Andreasson spoke at the YOW! Developer Conference in Sydney this week about the various tools within Hadoop to help tackle these challenges, providing real world examples from the health and retail industries.
Andreasson worked with a children's hospital in the United States that needed to create actionable insights from its data.
Its monitoring systems constantly generate data on a patient's respiratory system, heart rate, blood pressure and so on. However, the hospital could only afford to store this vital data on patients for three days post surgery or treatment.
"In their intensive care unit, they have a lot of babies and patients who don't know how to communicate. So all they know is what comes out of the monitoring systems. Imagine being a patient in that hospital and unable to communicate on day four if something feels wrong," Andreasson said.
Another problem for the hospital was its research data sat in disparate systems, making it difficult to exploit, which often resulted in long wait times for clinicians seeking particular information.

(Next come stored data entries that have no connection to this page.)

import type { Feature, FeatureCollection, Point } from 'geojson';
import type { Study } from '../engine/model.ts';
import type { Provenance, StudyResult } from '../engine/results.ts';

export type RunFeatureCollection = FeatureCollection<Point> & {
  readonly name: string;
  readonly provenance: Provenance;
};

/**
 * A run's results as a GeoJSON FeatureCollection (RFC 7946): each community a Point
 * [lon, lat] whose properties carry its results (levels at the return periods, intensity,
 * band, chances, nearest faults, warnings). Hazard curves and deaggregation stay in the JSON
 * results. The run's provenance is a foreign member of the collection (RFC 7946 section 6.1).
 */
export function runGeoJson(study: Study, result: StudyResult): RunFeatureCollection {
  const features: Feature<Point>[] = [];
  for (const community of result.communities) {
    const site = study.communities.find((c) => c.id === community.communityId);
    if (!site) continue;
    features.push({
      type: 'Feature',
      id: community.communityId,
      geometry: { type: 'Point', coordinates: [site.lon, site.lat] },
      properties: {
        communityId: community.communityId,
        name: community.name,
        vs30: site.vs30,
        vs30Basis: site.vs30Basis,
        population: site.population ?? null,
        coastal: site.coastal,
        band: community.band,
        atReturnPeriod: community.atReturnPeriod,
        returnPeriodStatus: community.returnPeriodStatus,
        intensity: community.intensity,
        nearestFaults: community.nearestFaults,
        warnings: community.warnings,
      },
    });
  }
  return {
    type: 'FeatureCollection',
    name: result.studyName,
    features,
    provenance: result.provenance,
  };
}
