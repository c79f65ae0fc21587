/**
 * Priority for awareness visits, beside the screening band (which stays a statement about
 * shaking). Each component is scaled to its share of the largest value among the communities
 * ranked (min-max scaling with a minimum of zero), and the score is the weighted mean of the
 * shares, 0 to 100: the linear aggregation of normalised indicators that composite indices
 * commonly use (OECD & JRC 2008, "Handbook on Constructing Composite Indicators", sections 5
 * and 6; from memory). Every share and weight is returned so a page can show how a score came
 * about.
 */

/** The components, in the order pages show them. */
export const PRIORITY_COMPONENTS = [
  'people',
  'chance',
  'firmness',
  'facilities',
  'isolation',
] as const;
export type PriorityComponentId = (typeof PRIORITY_COMPONENTS)[number];

export type PriorityWeights = Readonly<Record<PriorityComponentId, number>>;

/**
 * Default weights (relative; any non-negative numbers): the people exposed and the chance of
 * damaging shaking count three times as much as the band's firmness, facilities and
 * isolation, which refine the choice but say nothing about the shaking or the number of
 * people (common practice).
 */
export const DEFAULT_PRIORITY_WEIGHTS: PriorityWeights = {
  people: 3,
  chance: 3,
  firmness: 1,
  facilities: 1,
  isolation: 1,
};

export interface PriorityInput {
  readonly communityId: string;
  /** people: residents; chance: probability 0–1 of damaging shaking in the horizon; firmness: share 0–1 of the logic tree's weight in the community's band; facilities: schools and clinics; isolation: km to the nearest airstrip or larger place. Undefined when unknown. */
  readonly values: Readonly<Partial<Record<PriorityComponentId, number>>>;
}

export interface PriorityComponent {
  readonly id: PriorityComponentId;
  /** The value given, undefined when unknown (it then counts as none). */
  readonly value: number | undefined;
  /** The value as a share of the largest among the communities, 0–1. */
  readonly share: number;
  readonly weight: number;
  /** Whether any community has this value: a component nobody has is left out of every score. */
  readonly used: boolean;
  /** This component's part of the score, in score points. */
  readonly points: number;
}

export interface VisitPriority {
  readonly communityId: string;
  /** Weighted mean of the used components' shares, 0–100. */
  readonly score: number;
  readonly components: readonly PriorityComponent[];
}

/**
 * Scores `inputs` with `weights` and returns them highest score first (ties keep the input
 * order). Values below zero count as zero; when every used weight is zero, every score is 0.
 */
export function visitPriorities(
  inputs: readonly PriorityInput[],
  weights: PriorityWeights = DEFAULT_PRIORITY_WEIGHTS,
): VisitPriority[] {
  const largest = new Map<PriorityComponentId, number>();
  for (const id of PRIORITY_COMPONENTS) {
    const known = inputs.map((i) => i.values[id]).filter((v): v is number => v !== undefined);
    if (known.length > 0) largest.set(id, Math.max(0, ...known));
  }
  const weightSum = PRIORITY_COMPONENTS.reduce(
    (sum, id) => sum + (largest.has(id) ? Math.max(0, weights[id]) : 0),
    0,
  );
  const scored = inputs.map((input, order) => {
    const components = PRIORITY_COMPONENTS.map((id): PriorityComponent => {
      const value = input.values[id];
      const max = largest.get(id);
      const share =
        value !== undefined && max !== undefined && max > 0 ? Math.max(0, value) / max : 0;
      const weight = Math.max(0, weights[id]);
      const used = max !== undefined;
      const points = used && weightSum > 0 ? (100 * weight * share) / weightSum : 0;
      return { id, value, share, weight, used, points };
    });
    const score = components.reduce((sum, c) => sum + c.points, 0);
    return { priority: { communityId: input.communityId, score, components }, order };
  });
  scored.sort((a, b) => b.priority.score - a.priority.score || a.order - b.order);
  return scored.map((s) => s.priority);
}
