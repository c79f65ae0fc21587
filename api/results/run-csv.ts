import Papa from 'papaparse';
import type { Study } from '../engine/model.ts';
import { measureUnit, parseMeasure } from '../engine/motion/measure.ts';
import { SCREENING_BANDS } from '../engine/intensity/screening-band.ts';
import type { CommunityResult, StudyResult } from '../engine/results.ts';
import { hingeAlternativesText, hingeSubject } from './band-robustness-words.ts';

const INTENSITIES = ['VI', 'VII', 'VIII'] as const;

/** Column names: `PGA_475yr_g`, `PGV_475yr_cm/s`, `MMI_475yr`, `chance_MMI_VII_50yr`. */
function columns(study: Study): string[] {
  const { measures, returnPeriodsYears, horizonsYears } = study.settings;
  const out = ['communityId', 'name', 'lon', 'lat', 'vs30', 'band', 'bandLabel'];
  for (const years of returnPeriodsYears) {
    for (const m of measures) out.push(`${m}_${years}yr_${measureUnit(parseMeasure(m))}`);
    out.push(`MMI_${years}yr`);
  }
  for (const years of horizonsYears)
    for (const roman of INTENSITIES) out.push(`chance_MMI_${roman}_${years}yr`);
  out.push('nearestFault', 'nearestFault_km');
  for (const band of SCREENING_BANDS) out.push(`bandShare_${band.id}`);
  out.push('bandHinge', 'bandHinge_mmiShift', 'bandHinge_alternatives', 'warnings');
  return out;
}

function row(study: Study, community: CommunityResult): unknown[] {
  const site = study.communities.find((c) => c.id === community.communityId);
  const { measures, returnPeriodsYears, horizonsYears } = study.settings;
  const cells: unknown[] = [
    community.communityId,
    community.name,
    site?.lon ?? '',
    site?.lat ?? '',
    site?.vs30 ?? '',
    community.band.id,
    community.band.label,
  ];
  for (const years of returnPeriodsYears) {
    const key = String(years);
    for (const m of measures) cells.push(community.atReturnPeriod[key]?.[m] ?? '');
    cells.push(community.intensity.atReturnPeriod[key]?.mmi ?? '');
  }
  for (const years of horizonsYears) {
    for (const roman of INTENSITIES)
      cells.push(community.intensity.chanceOfReaching[String(years)]?.[roman] ?? '');
  }
  const nearest = community.nearestFaults[0];
  cells.push(nearest?.sourceId ?? '', nearest?.distanceKm ?? '');
  const robustness = community.bandRobustness;
  for (const band of SCREENING_BANDS) cells.push(robustness?.bandShares[band.id] ?? '');
  const hinge = robustness?.hinges[0];
  cells.push(
    hinge ? hingeSubject(hinge) : '',
    hinge?.mmiShift ?? '',
    hinge ? hingeAlternativesText(hinge) : '',
    community.warnings.join(' | '),
  );
  return cells;
}

/**
 * A cell that a spreadsheet could take for a formula. papaparse's own pattern for
 * `escapeFormulae: true` is /^[=+\-@\t\r].*$/, which misses a cell with a line break after
 * its first line ("=HYPERLINK(...)\nVillage"): `.` stops at the break and `$` needs the end.
 */
export const FORMULA_START = /^[=+\-@\t\r]/;

/**
 * A run's results as CSV, one row per community: the levels at each return period (g; PGV
 * cm/s), the intensity there, the chance of reaching MMI VI–VIII in each horizon, the nearest
 * fault, the share of the logic tree's weight in each band and the choice that moves it most. Empty cells where the value is unknown (a level beyond the computed curve). Text
 * cells starting with = + - @, tab or carriage return get a leading ' so a spreadsheet does not
 * run them as formulas (OWASP, "CSV Injection"; from memory).
 */
export function runCsv(study: Study, result: StudyResult): string {
  return Papa.unparse(
    { fields: columns(study), data: result.communities.map((c) => row(study, c)) },
    { newline: '\r\n', escapeFormulae: FORMULA_START },
  );
}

"They knew the most common reason for children in emergency was asthma related, and they had a lot of different sources of research, alongside 20 years of other research data externally. But they had no system to be able to correlate the datasets efficiently in their research group; it was always in different systems," Andreasson said.
The hospital invested in a Hadoop platform to deal with these challenges, and was able to make some savings. Andreasson said from the hardware to all the software licenses, it cost the hospital less than three processors used to run its previous traditional data management system.
The hospital can handle 50GB of monitoring data per week, and has 2TB of capacity to host all of its research data in the same, accessible cluster. Apache Sqoop was used for transferring data between relational databases and Hadoop.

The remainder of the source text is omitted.